CMS proposes that hospitals report four self-selected electronic clinical quality measures (eCQMs) for one calendar quarter in both the PIPs and the Inpatient Quality Reporting (IQR) Program in 2020 and 2021. For the CY 2022 reporting period, CMS proposes hospitals report one calendar quarter of data for three self-selected eCQMs and a new safe use of opioids eCQM.
Meanwhile, in relation to the quality programs, the proposed rule:
- adopts two opioid-related cQMs in the IQR program, beginning with the CY 2021 reporting period;
- removes the claims-based hospitalwide all-cause readmission measure in the IQR program, beginning with the FY 2026 payment determination, and replaces it with the hybrid (claims and electronic health record data) hospitalwide all-cause readmission measure after two years of voluntary reporting of the hybrid measure;
- clarifies administrative policies for validation of the National Health Safety Network health care–associated infection measure data, in both the Value-based Purchasing and Hospital Acquired Conditions (HAC) Reduction programs, beginning with CY 2020 data collection, when the IQR program will no longer collect data on those measures; and
- adopts a measure removal process in the HAC Reduction Program that aligns with removal factor policies previously adopted in other quality programs.
Additionally, beginning as early as spring 2020, CMS plans to include in confidential hospital-specific reports data stratified by patient dual-eligible status for the six readmissions measures included in the HRRP. These reports will not impact payment adjustment factors under the HRRP.

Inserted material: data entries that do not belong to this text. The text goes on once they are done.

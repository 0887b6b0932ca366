/**
 * Power in one form wherever a scenario shows it, target and achieved alike: three decimals ("0.900"
 * beside "0.901"), so a typed target of 0.9 never reads as a different kind of number from the power
 * the design reaches (nor from the assurance, a probability shown the same way).
 */
export function formatPower(x: number | null | undefined): string {
  if (x == null || !Number.isFinite(x)) return "—";
  return x.toFixed(3);
}
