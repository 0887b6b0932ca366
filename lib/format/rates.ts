import Decimal from "decimal.js";
import type { SettingKind } from "@/lib/rate-book/fields";
import { formatMoney } from "./money";

/** "56.5%" from "0.565", without floating point. */
export function formatRate(value: string | null | undefined): string {
  if (value == null || value === "") return "—";
  return `${new Decimal(value).times(100).toDecimalPlaces(4).toString()}%`;
}

export function formatSetting(kind: SettingKind, value: string | null): string {
  if (value == null) return kind === "money-optional" ? "no cap" : kind === "rate-optional" ? "none" : "—";
  if (kind === "rate" || kind === "rate-optional") return formatRate(value);
  if (kind === "money" || kind === "money-optional") return formatMoney(value);
  if (kind === "base") return value === "mtdc" ? "MTDC" : "Total direct costs";
  return value;
}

New Technology Add-on Payments
Medicare pays hospitals an add-on payment for certain high-cost cases involving the use of new technologies, up to 50 percent of the cost of these new technologies. CMS proposes increasing the reimbursement for new technology add-on cases to 65 percent. Additionally, CMS proposes modernizing the new technology add-on approval process in an attempt to spur innovation and improve access to these technologies.
CMS is accepting comments on the proposed rule until June 24.
America’s Essential Hospitals is analyzing the proposed rule for comment and will send members a detailed Action Update.